A B | F0 | F1 | F2 | F3 | F4 | F5 | F6 | F7 | F8 | F9 | F10 | F11 | F12 | F13 | F14 | F15
-----------------------------------------------------------------------------------------
0 0 | 0  | 0  | 0  | 0  | 0  | 0  | 0  | 0  | 1  | 1  | 1   | 1   | 1   | 1   | 1   | 1  
0 1 | 0  | 0  | 0  | 0  | 1  | 1  | 1  | 1  | 0  | 0  | 0   | 0   | 1   | 1   | 1   | 1  
1 0 | 0  | 0  | 1  | 1  | 0  | 0  | 1  | 1  | 0  | 0  | 1   | 1   | 0   | 0   | 1   | 1  
1 1 | 0  | 1  | 0  | 1  | 0  | 1  | 0  | 1  | 0  | 1  | 0   | 1   | 0   | 1   | 0   | 1   

The less than operator <, which normally isn't thought of as a logic operator like NOT, AND, or OR, is in fact one of these functions (F4) when applied to boolean values:

A B | A < B
-----------
0 0 | 0
0 1 | 1
1 0 | 0
1 1 | 0

Interestingly, we can simulate any of the 15 other functions using expressions that only contain the symbols ()<AB10. These expressions are read and evaluated just as they would be in many standard programming languages, e.g. parentheses must match and < must have arguments on either side of it.

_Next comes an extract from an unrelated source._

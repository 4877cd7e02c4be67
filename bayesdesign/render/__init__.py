"""From a result to text. Renderers compute nothing but roundings."""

Specifically, these expressions must comply with the following grammar (given in Backus-Naur form):

element ::= A | B | 1 | 0
expression ::= element<element | (expression)<element | element<(expression) | (expression)<(expression)

This means that useless paretheses and expressions of the form A<B<1 are not allowed.

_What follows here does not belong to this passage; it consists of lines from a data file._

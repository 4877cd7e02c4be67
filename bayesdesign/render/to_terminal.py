"""Fixed-width text for people: pure functions of a result, at most 80 columns, colour only if asked."""

from collections.abc import Sequence
from typing import TYPE_CHECKING, Any

from bayesdesign.render import words
from bayesdesign.render.typeset import WIDTH, Page, figures, pad, safe, shorten, uncertainty, width, wrap

if TYPE_CHECKING:
    from bayesdesign.result import Answer, Comparison, DecisionTable, Message, Quantity, Result
    from bayesdesign.study.study import Study

CURVE = {
    "assurance": "assur.",
    "assurance_true_effect": "rightly",
    "expected_power": "exp.pow",
    "type_1_rate": "type I",
    "false_positive_risk": "false+",
    "false_negative_risk": "false-",
    "type_s_rate": "type S",
    "exaggeration_ratio": "exagg.",
}


def result_text(result: "Result", *, colour: bool = False) -> str:
    """The answer of `evaluate` or `size`."""
    page, study = Page(), result.study
    title(page, study, result.answers)
    if result.size is not None:
        _size(page, result)
    if len(result.answers) == 1:
        _one(page, study, result.answers[0])
    elif result.answers:
        _many(page, study, result.answers)
    for answer in result.answers:
        if answer.cross_check:
            _cross_check(page, answer, named=len(result.answers) > 1)
    _foot(page, study, result.messages, result.provenance, _routes(result.answers))
    return page.text(colour=colour)


def check_text(study: "Study", says: Sequence[str], messages: Sequence["Message"], *, colour: bool = False) -> str:
    """The answer of `check`: the study in plain words."""
    page = Page()
    title(page, study, (), question=False)
    for sentence in says:
        page.paragraph(safe(sentence, 2000), hang=2, first="·")
    page.gap()
    page.line("The file is sound.", "lead")
    _foot(page, study, messages, {}, "")
    return page.text(colour=colour)


def title(page: Page, study: "Study", answers: Sequence["Answer"], *, question: bool = True) -> None:
    """The study's name and size over a rule."""
    size = ""
    if len(answers) == 1 and answers[0].sizes:
        size = ", ".join(f"{words.label(name)} {n}" for name, n in answers[0].sizes.items())
    name = safe(study.title, WIDTH - width(size) - 3)
    page.line(pad(name, WIDTH - width(size)) + size, "title")
    if study.question and question:
        page.line(safe(study.question, WIDTH))
    page.line("─" * WIDTH, "faint")


def _one(page: Page, study: "Study", answer: "Answer") -> None:
    page.paragraph(words.headline(study, answer), "lead")
    page.paragraph(words.silence(study, answer))
    counts_table(page, study, answer.table)
    _conditionals(page, answer.table)
    _quantities(page, answer.quantities)


def headings(decisions: Sequence[str]) -> list[tuple[str, str]]:
    """Two short lines over each column."""
    found = []
    for name in decisions:
        lines = wrap(words.decision(name), 8)
        found.append((lines[0], " ".join(lines[1:])) if len(lines) > 1 else ("", lines[0]))
    return found


def counts_table(page: Page, study: "Study", table: "DecisionTable") -> None:
    """Truths down, decisions across, counts of 100 runs."""
    column = 9
    left = WIDTH - column * (len(table.decisions) + 1)
    page.section("of 100 runs")
    for upper_or_lower in (0, 1):
        heads = [pad(shorten(head[upper_or_lower], column), column, ">") for head in headings(table.decisions)]
        page.line(
            pad(("", "the truth")[upper_or_lower], left)
            + "".join(heads)
            + pad(("", "all")[upper_or_lower], column, ">"),
            "faint",
        )
    counts = words.hundred(table)
    for s in reversed(range(len(table.states))):  # higher above lower, as on a scale
        cells = [_cell(n, p) for n, p in zip(counts[s], table.joint[s], strict=True)] + [
            _cell(sum(counts[s]), sum(table.joint[s]))
        ]
        lines = wrap(words.state(table.states[s], study), left - 1)
        page.line(pad(lines[0], left) + "".join(pad(cell, column, ">") for cell in cells))
        for rest in lines[1:]:
            page.line("  " + shorten(rest, left - 3))
    totals = [sum(row[d] for row in counts) for d in range(len(table.decisions))]
    chances = [sum(row[d] for row in table.joint) for d in range(len(table.decisions))]
    cells = [_cell(n, p) for n, p in zip(totals, chances, strict=True)]
    page.line(pad("all", left) + "".join(pad(cell, column, ">") for cell in [*cells, "100"]), "faint")


def _cell(count: int, probability: float) -> str:
    if count:
        return str(count)
    return "<1" if probability > words.NONE else "0"


def _conditionals(page: Page, table: "DecisionTable") -> None:
    """Both conditionals side by side, in per cent."""
    across = len(table.decisions)
    column = min(9, (WIDTH - 16) // (2 * across))
    if column < 7:
        return  # eight columns of numbers are what 80 columns can hold
    left = WIDTH - 2 * across * column - 2
    truth, chosen = (
        f" {name} {'─' * (across * column - width(name) - 2)}" for name in ("of each truth", "of each decision")
    )
    page.line(f"per cent {'─' * (left - 9)}{truth}──{chosen}", "faint")
    for part in (0, 1):
        heads = "".join(pad(shorten(head[part], column - 1), column, ">") for head in headings(table.decisions))
        page.line(pad("", left) + heads + "  " + heads, "faint")
    for s in reversed(range(len(table.states))):
        row: list[float] | list[None] = table.given_state[s] or [None] * across
        shown = ["".join(pad(_per_cent(p), column, ">") for p in line) for line in (row, table.given_decision[s])]
        page.line(pad(shorten(words.label(table.states[s]), left - 1), left) + "  ".join(shown))


def _per_cent(p: float | None) -> str:
    if p is None:
        return "–"
    if words.NONE < p < 0.005:
        return "<1"
    return ">99" if 0.995 <= p < 1 - words.NONE else f"{100 * p:.0f}"


def _quantities(page: Page, quantities: dict[str, "Quantity"]) -> None:
    page.section("measures")
    missing: dict[str, list[str]] = {}
    for name, quantity in quantities.items():
        short, meaning = words.QUANTITIES.get(name, (words.label(name), ""))
        if quantity.value is None:
            missing.setdefault(quantity.why_null or "undefined", []).append(short)
        elif isinstance(quantity.value, dict):
            errors = quantity.error if isinstance(quantity.error, dict) else {}
            picked = [
                figures(quantity.value[level], errors.get(level))
                for level in ("0.05", "0.5", "0.95")
                if level in quantity.value
            ]
            page.line(pad(short, 25) + pad("  ".join(picked), 24) + shorten(meaning, WIDTH - 49))
        else:
            error = quantity.error if isinstance(quantity.error, float | int) else None
            page.line(
                pad(short, 25)
                + pad(figures(quantity.value, error), 8)
                + pad(uncertainty(error), 8)
                + shorten(meaning, WIDTH - 41)
            )
    for why, names in missing.items():
        page.paragraph(f"{'; '.join(names)}: {why.split(':')[0]}", "faint", hang=6, first="none")


def _many(page: Page, study: "Study", answers: Sequence["Answer"]) -> None:
    page.paragraph(
        f"Runs with effects drawn from the prior; a favourable decision concludes that {words.claim(study)}.",
        "lead",
    )
    page.section("by size")
    names = [
        name for name in CURVE if any(a.quantities[name].value is not None for a in answers if name in a.quantities)
    ]
    label = words.label(study.design.n_label)
    left = max(width(label), *(len(str(a.n)) for a in answers)) + 1
    page.line(pad(label, left, ">") + "".join(pad(CURVE[name], 8, ">") for name in names), "faint")
    for answer in answers:
        cells = [_plain(answer.quantities.get(name)) for name in names]
        page.line(pad(str(answer.n), left, ">") + "".join(pad(cell, 8, ">") for cell in cells))
    errors = [q.error for a in answers for name in names if isinstance((q := a.quantities[name]).error, float | int)]
    if errors:
        page.line(f"largest error {uncertainty(max(e for e in errors if isinstance(e, float | int)))}", "faint")
    page.gap()
    for name in names:
        page.line(pad(CURVE[name], 9) + pad(words.QUANTITIES[name][0], 24) + words.QUANTITIES[name][1], "faint")


def _plain(quantity: "Quantity | None") -> str:
    if quantity is None or not isinstance(quantity.value, float | int):
        return "–"
    error = quantity.error if isinstance(quantity.error, float | int) else None
    return figures(quantity.value, max(error or 0.0, 1e-4 if quantity.value < 10 else 1e-2))


def _cross_check(page: Page, answer: "Answer", *, named: bool) -> None:
    page.section(f"both routes{f', n = {answer.n}' if named else ''}")
    page.line(
        pad("", 30) + "".join(pad(head, 12, ">") for head in ("integration", "sampling", "std. error", "difference")),
        "faint",
    )
    for name, comparison in answer.cross_check.items():
        page.line(
            pad(shorten(words.quantity_name(name), 30), 30)
            + "".join(pad(cell, 12, ">") for cell in _compared(comparison))
        )
    worst = max((abs(c.z) for c in answer.cross_check.values()), default=0.0)
    page.line(f"difference in standard errors; the largest is {worst:.1f}", "faint")


def _compared(comparison: "Comparison") -> tuple[str, str, str, str]:
    exact, drawn, error = comparison.integration, comparison.sampling, comparison.mcse
    z = "–" if error == 0 else f"{comparison.z:+.1f}"
    return figures(exact, error), figures(drawn, error), uncertainty(error), z


def _size(page: Page, result: "Result") -> None:
    size = result.size
    assert size is not None
    first, *rest = words.size_sentences(result.study, size)
    page.paragraph(first, "lead")
    for sentence in rest:
        page.paragraph(sentence)
    if size.first_n is not None:
        facts = [
            ("first that meets it", str(size.first_n)),
            ("safe from", "–" if size.safe_n is None else str(size.safe_n)),
        ]
        facts += [("reached", figures(size.achieved))] if size.achieved is not None else []
        facts += [("ceiling", figures(size.ceiling))] if size.ceiling is not None else []
        page.line("   ".join(f"{name} {value}" for name, value in facts), "faint")
    elif result.answers:
        page.paragraph(f"Below is the study at its planned {words.label(result.study.design.n_label)}.")
    page.gap()


def _routes(answers: Sequence["Answer"]) -> str:
    if any(answer.cross_check for answer in answers):
        return "integration and sampling"
    return ", ".join(dict.fromkeys(q.route for answer in answers for q in answer.quantities.values()))


def foot_messages(page: Page, messages: Sequence["Message"]) -> None:
    """Every trap: how bad, what, and what to do."""
    if messages:
        page.section("watch out")
    for message in messages:
        body = f"{message.text} {message.advice}"
        page.paragraph(safe(body, 2000), message.severity, hang=9, first=words.SEVERITY[message.severity])


def _foot(page: Page, study: "Study", messages: Sequence["Message"], provenance: dict[str, Any], routes: str) -> None:
    foot_messages(page, messages)
    caution(page, study)
    provenance_line(page, study.sha256, provenance, routes)


def caution(page: Page, study: "Study") -> None:
    """Where a result can hurt someone, who has the last word."""
    if study.field in words.CAUTION:
        page.gap()
        page.paragraph(words.CAUTION[study.field])


def provenance_line(page: Page, sha256: str, provenance: dict[str, Any], routes: str) -> None:
    parts = [f"bayesdesign {provenance['version']}"] if "version" in provenance else []
    parts += [routes] if routes else []
    parts += [f"seed {provenance['seed']}"] if "seed" in provenance else []
    parts += [f"study {sha256[:12]}"] if sha256 else []
    if parts:
        page.section("")
        page.line(shorten(" · ".join(parts), WIDTH), "faint")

So the expression A<B matches the function F4, and A<B<1 must be changed to (A<B)<1 or A<(B<1).

To prove that all of the 15 other functions can be turned into expressions, it suffices to form a set of expressions that is functionally complete, because then, by definition, they can be composed into expressions for any function.

One such set of expressions is x<1 (where x is A or B), which is ¬x, and (((B<A)<1)<A)<1, which is A → B. Negation (¬) and implication () are known to be functionally complete.

Challenge

Using the characters ()<AB10, write 16 expressions in the form described above that are equivalent to each of the 16 distinct boolean functions.

The goal is to make each of the expressions as short as possible. Your score is the sum of the number of characters in each of your 16 expressions. The lowest score wins. Tiebreaker goes to the earliest answer (provided they didn't edit their answer later with shorter expressions taken from someone else).

You do not technically need to write any real code for this contest but if you did write any programs to help you generate the expressions, you are highly encouraged to post them.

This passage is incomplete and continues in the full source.